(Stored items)
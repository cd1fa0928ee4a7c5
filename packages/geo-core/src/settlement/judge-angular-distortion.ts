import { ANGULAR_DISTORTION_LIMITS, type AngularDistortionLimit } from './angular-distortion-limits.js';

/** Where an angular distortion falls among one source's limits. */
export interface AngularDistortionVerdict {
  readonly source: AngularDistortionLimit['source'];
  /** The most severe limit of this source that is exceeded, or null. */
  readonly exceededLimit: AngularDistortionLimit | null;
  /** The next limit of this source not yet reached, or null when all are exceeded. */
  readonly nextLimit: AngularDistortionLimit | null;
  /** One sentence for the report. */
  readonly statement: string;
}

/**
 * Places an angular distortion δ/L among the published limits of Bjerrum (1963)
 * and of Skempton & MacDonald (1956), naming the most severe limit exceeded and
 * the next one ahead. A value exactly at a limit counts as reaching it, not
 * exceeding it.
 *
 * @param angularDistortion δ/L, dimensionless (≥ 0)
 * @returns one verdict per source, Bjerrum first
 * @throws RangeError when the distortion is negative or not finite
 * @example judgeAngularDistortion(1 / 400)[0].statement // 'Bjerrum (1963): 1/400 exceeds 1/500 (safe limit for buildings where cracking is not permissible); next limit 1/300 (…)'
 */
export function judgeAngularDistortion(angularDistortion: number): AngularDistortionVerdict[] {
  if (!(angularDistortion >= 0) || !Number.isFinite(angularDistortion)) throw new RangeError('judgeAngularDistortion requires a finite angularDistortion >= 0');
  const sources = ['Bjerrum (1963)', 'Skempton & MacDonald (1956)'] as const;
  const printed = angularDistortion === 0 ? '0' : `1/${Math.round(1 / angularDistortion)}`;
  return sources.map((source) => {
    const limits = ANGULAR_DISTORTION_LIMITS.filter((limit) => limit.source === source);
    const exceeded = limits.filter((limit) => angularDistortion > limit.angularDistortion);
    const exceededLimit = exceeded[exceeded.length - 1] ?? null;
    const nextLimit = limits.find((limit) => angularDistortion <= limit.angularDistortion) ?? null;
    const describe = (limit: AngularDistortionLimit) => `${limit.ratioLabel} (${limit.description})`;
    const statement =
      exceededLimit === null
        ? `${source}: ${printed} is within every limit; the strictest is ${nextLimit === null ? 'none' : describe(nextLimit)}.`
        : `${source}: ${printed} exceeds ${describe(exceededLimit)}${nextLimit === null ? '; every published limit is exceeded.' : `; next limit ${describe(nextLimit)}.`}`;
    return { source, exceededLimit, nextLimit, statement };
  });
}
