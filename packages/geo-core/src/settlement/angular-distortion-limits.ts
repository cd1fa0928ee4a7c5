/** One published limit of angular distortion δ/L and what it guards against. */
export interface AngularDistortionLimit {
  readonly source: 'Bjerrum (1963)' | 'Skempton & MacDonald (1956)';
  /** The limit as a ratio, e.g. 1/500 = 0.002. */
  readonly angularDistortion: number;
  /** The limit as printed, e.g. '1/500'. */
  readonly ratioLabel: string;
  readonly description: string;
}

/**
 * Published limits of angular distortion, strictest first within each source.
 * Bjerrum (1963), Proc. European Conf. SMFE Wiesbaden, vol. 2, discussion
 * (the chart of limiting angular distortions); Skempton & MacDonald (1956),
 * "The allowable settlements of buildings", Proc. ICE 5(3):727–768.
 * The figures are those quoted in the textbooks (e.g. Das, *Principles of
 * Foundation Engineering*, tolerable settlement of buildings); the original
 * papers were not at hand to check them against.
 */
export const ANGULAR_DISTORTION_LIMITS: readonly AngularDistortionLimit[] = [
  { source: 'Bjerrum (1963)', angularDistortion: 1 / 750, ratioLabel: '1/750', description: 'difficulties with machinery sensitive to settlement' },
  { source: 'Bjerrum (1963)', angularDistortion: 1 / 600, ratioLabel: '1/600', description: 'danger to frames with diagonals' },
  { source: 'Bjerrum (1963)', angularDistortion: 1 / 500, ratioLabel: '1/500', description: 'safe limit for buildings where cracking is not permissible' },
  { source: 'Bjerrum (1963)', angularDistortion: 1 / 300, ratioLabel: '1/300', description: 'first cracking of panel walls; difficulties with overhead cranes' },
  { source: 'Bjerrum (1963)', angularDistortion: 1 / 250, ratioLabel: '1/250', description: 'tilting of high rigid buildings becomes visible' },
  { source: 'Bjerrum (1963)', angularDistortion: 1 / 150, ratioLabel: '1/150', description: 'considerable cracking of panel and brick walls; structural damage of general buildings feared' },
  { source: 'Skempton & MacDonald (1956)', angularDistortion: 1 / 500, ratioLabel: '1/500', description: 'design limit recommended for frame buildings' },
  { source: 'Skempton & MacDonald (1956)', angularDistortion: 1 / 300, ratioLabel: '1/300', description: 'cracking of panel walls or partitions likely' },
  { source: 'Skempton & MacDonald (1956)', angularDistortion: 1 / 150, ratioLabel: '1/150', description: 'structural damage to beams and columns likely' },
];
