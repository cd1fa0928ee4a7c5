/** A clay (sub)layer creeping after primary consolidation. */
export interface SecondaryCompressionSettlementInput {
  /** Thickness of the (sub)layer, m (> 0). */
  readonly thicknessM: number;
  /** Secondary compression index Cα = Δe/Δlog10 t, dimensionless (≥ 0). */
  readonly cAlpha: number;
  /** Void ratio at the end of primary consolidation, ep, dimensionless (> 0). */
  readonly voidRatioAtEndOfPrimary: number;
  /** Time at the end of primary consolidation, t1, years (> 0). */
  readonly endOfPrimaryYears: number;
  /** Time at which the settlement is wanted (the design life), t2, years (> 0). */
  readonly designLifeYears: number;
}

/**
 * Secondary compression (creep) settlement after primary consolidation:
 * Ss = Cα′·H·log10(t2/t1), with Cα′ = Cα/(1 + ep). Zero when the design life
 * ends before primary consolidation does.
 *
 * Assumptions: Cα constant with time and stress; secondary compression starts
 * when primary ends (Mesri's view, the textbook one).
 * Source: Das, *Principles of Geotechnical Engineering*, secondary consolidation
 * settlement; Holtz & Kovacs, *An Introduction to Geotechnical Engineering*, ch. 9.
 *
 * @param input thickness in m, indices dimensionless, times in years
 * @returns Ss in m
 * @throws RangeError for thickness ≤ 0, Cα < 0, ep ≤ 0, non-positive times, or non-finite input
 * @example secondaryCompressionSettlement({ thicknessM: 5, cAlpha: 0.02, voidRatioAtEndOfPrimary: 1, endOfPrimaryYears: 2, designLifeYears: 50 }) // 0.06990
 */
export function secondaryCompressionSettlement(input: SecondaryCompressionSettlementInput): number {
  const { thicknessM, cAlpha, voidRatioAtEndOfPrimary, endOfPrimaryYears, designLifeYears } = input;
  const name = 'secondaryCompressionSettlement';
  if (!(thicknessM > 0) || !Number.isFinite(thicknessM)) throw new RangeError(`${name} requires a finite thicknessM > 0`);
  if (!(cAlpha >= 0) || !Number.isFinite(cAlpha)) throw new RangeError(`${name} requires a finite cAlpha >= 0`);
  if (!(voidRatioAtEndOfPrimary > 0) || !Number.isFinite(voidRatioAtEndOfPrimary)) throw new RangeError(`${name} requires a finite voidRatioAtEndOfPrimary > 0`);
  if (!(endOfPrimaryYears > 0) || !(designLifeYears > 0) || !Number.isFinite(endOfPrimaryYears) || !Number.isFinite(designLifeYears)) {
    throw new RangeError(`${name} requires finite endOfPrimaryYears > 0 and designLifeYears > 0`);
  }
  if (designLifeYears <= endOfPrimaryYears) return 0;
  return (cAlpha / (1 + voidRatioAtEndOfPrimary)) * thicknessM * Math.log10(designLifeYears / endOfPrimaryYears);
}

--

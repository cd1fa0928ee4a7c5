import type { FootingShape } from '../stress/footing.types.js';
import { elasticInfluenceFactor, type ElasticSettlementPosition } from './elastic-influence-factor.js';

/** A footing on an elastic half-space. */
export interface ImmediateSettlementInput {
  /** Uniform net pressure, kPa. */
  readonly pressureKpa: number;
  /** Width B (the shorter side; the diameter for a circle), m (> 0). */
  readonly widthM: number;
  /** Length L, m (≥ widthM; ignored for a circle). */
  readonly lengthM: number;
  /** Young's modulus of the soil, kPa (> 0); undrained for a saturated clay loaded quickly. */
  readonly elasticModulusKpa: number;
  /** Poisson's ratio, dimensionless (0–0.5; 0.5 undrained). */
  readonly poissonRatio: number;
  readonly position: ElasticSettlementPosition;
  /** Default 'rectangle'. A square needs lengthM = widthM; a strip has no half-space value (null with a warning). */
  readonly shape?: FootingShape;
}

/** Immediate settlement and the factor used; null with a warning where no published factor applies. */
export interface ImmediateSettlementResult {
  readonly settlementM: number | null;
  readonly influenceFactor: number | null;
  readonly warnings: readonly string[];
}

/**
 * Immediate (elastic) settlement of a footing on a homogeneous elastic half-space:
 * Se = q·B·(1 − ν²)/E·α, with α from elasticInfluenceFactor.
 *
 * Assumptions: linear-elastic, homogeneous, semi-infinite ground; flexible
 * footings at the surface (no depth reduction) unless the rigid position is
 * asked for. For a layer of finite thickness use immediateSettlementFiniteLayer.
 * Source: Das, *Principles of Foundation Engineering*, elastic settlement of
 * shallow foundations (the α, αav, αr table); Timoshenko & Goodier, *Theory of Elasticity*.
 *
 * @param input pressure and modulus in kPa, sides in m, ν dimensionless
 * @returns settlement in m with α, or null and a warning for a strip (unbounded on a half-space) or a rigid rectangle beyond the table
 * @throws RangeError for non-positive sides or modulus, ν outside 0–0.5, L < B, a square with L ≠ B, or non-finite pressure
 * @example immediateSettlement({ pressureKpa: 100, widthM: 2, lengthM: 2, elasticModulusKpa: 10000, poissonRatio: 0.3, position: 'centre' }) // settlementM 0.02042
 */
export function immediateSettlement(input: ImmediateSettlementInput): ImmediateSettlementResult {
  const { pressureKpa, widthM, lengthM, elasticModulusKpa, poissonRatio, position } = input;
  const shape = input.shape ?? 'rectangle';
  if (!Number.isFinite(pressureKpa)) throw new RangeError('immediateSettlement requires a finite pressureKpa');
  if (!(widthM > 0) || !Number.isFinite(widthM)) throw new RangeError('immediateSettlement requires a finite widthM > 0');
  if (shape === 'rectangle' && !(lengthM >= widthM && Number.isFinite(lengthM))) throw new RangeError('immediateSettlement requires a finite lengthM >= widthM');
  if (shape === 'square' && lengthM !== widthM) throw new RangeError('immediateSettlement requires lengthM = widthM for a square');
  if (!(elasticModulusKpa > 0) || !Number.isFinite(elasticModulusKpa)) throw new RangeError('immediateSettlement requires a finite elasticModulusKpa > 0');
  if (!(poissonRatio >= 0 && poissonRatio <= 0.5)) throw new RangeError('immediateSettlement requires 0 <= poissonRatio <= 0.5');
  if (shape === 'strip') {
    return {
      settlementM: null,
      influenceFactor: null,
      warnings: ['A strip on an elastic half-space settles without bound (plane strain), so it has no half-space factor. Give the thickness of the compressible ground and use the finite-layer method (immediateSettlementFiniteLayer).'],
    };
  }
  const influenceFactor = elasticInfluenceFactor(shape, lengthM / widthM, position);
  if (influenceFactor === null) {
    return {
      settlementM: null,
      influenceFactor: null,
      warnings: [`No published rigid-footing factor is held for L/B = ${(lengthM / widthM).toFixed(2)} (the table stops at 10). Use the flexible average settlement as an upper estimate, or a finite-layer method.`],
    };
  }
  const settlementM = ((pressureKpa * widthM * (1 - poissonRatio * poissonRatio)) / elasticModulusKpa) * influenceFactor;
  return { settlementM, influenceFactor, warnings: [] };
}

-- ACTIVITY --
Would you copy out exactly the lines above that start at the one containing "elasticModulusKpa, poissonRatio, position" and end at the one containing "if (!(elasticModulusKpa >", inclusive?

-- COMPLETED TASK --
  const { pressureKpa, widthM, lengthM, elasticModulusKpa, poissonRatio, position } = input;
  const shape = input.shape ?? 'rectangle';
  if (!Number.isFinite(pressureKpa)) throw new RangeError('immediateSettlement requires a finite pressureKpa');
  if (!(widthM > 0) || !Number.isFinite(widthM)) throw new RangeError('immediateSettlement requires a finite widthM > 0');
  if (shape === 'rectangle' && !(lengthM >= widthM && Number.isFinite(lengthM))) throw new RangeError('immediateSettlement requires a finite lengthM >= widthM');
  if (shape === 'square' && lengthM !== widthM) throw new RangeError('immediateSettlement requires lengthM = widthM for a square');
  if (!(elasticModulusKpa > 0) || !Number.isFinite(elasticModulusKpa)) throw new RangeError('immediateSettlement requires a finite elasticModulusKpa > 0');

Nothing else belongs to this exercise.